East Dawning (, Dongfang Jibai) was Yum China's fusion of the KFC business model with Chinese cuisine. Chinese food was served exclusively, but the chain focused on the elements of Chinese cuisine that were more quickly and easily prepared. This excluded some dishes, such as boiled dumplings (jiaozi), but included steamed pastries such as steamed buns, including the popular xiaolongbao. Soft drinks were eschewed in favor of traditional and modern Chinese drinks such as teas (including milk tea), juices, and soy milk. However, unlike most Chinese fast food, East Dawning used consistent recipes and preparation methods between restaurants. The restaurants were designed to resemble Chinese homes; for instance, the dining tables were similar to offering tables found in many homes.

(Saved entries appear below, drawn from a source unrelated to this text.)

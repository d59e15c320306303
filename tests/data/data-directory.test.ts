import { describe, it, expect } from "vitest";
import { existsSync } from "node:fs";
import path from "node:path";
import { execFileSync } from "node:child_process";
import { tmpdir } from "node:os";
import { dataDirectory } from "../../lib/data/data-directory";

describe("dataDirectory", () => {
  it("finds lib/data with its starter folder", () => {
    const directory = dataDirectory();
    expect(directory).toBeDefined();
    expect(path.basename(directory!)).toBe("data");
    expect(existsSync(path.join(directory!, "starter", "aqueous.json"))).toBe(true);
  });

  it("resolves from the module location when run from another working directory (tsx)", () => {
    const tsxCli = path.join(process.cwd(), "node_modules", "tsx", "dist", "cli.mjs");
    const modulePath = path.join(process.cwd(), "lib", "data", "data-directory.ts");
    const code = `import { dataDirectory } from ${JSON.stringify(modulePath)}; console.log(dataDirectory());`;
    const printed = execFileSync(process.execPath, [tsxCli, "-e", code], { cwd: tmpdir(), encoding: "utf8" }).trim();
    expect(printed).toBe(path.join(process.cwd(), "lib", "data"));
  });
});
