import { describe, it, expect } from "vitest";
import { rhTemperatureMapChart } from "../../lib/charts/rh-temperature-map";

describe("relative humidity–temperature map", () => {
  const cells = [
    { temperatureC: 20, relativeHumidityPercent: 90, state: "monosulfate 12 H2O" },
    { temperatureC: 20, relativeHumidityPercent: 20, state: "monosulfate 10.5 H2O" },
    { temperatureC: 60, relativeHumidityPercent: 90, state: "monosulfate 12 H2O" },
  ];

  it("makes one series per stable state, in first-seen order", () => {
    expect(rhTemperatureMapChart(cells).series.map((s) => s.label)).toEqual(["monosulfate 12 H2O", "monosulfate 10.5 H2O"]);
  });

  it("places each point's humidity under its own state only", () => {
    const chart = rhTemperatureMapChart(cells);
    expect(chart.rows[1]).toEqual({ temperatureC: 20, s0: null, s1: 20 });
    expect(chart.rows[2]).toEqual({ temperatureC: 60, s0: 90, s1: null });
  });

  it("uses °C across and % up", () => {
    const chart = rhTemperatureMapChart(cells);
    expect([chart.x.unit, chart.yLeft.unit]).toEqual(["°C", "%"]);
  });
});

A test cafeteria-style restaurant was opened in Shanghai in 2004. After the failure of the test restaurant, Yum! Brands chose the KFC business model (KFC is the most successful Western chain in China) and found greater success. By the first quarter of 2013, there were 30 East Dawning restaurants in China. The restaurants were located in Shanghai, Beijing, Guangzhou and Suzhou. In 2016, Yum! Brands spun off their Chinese operations into Yum China, which included East Dawning. Yum China shut down the East Dawning brand in 2022.

==Name==
The Chinese name "Dongfang Jibai" means "the East has been lit up [by the light of dawn]". It is an idiomatic expression derived ultimately from the last line of the first Red Cliffs, a narrative poem by Song dynasty poet Su Shi. The last part of the poem describes a group of friends who had so thoroughly enjoyed a dinner party on board a boat, that they "scarcely knew that the East was lit up (by the light of dawn)".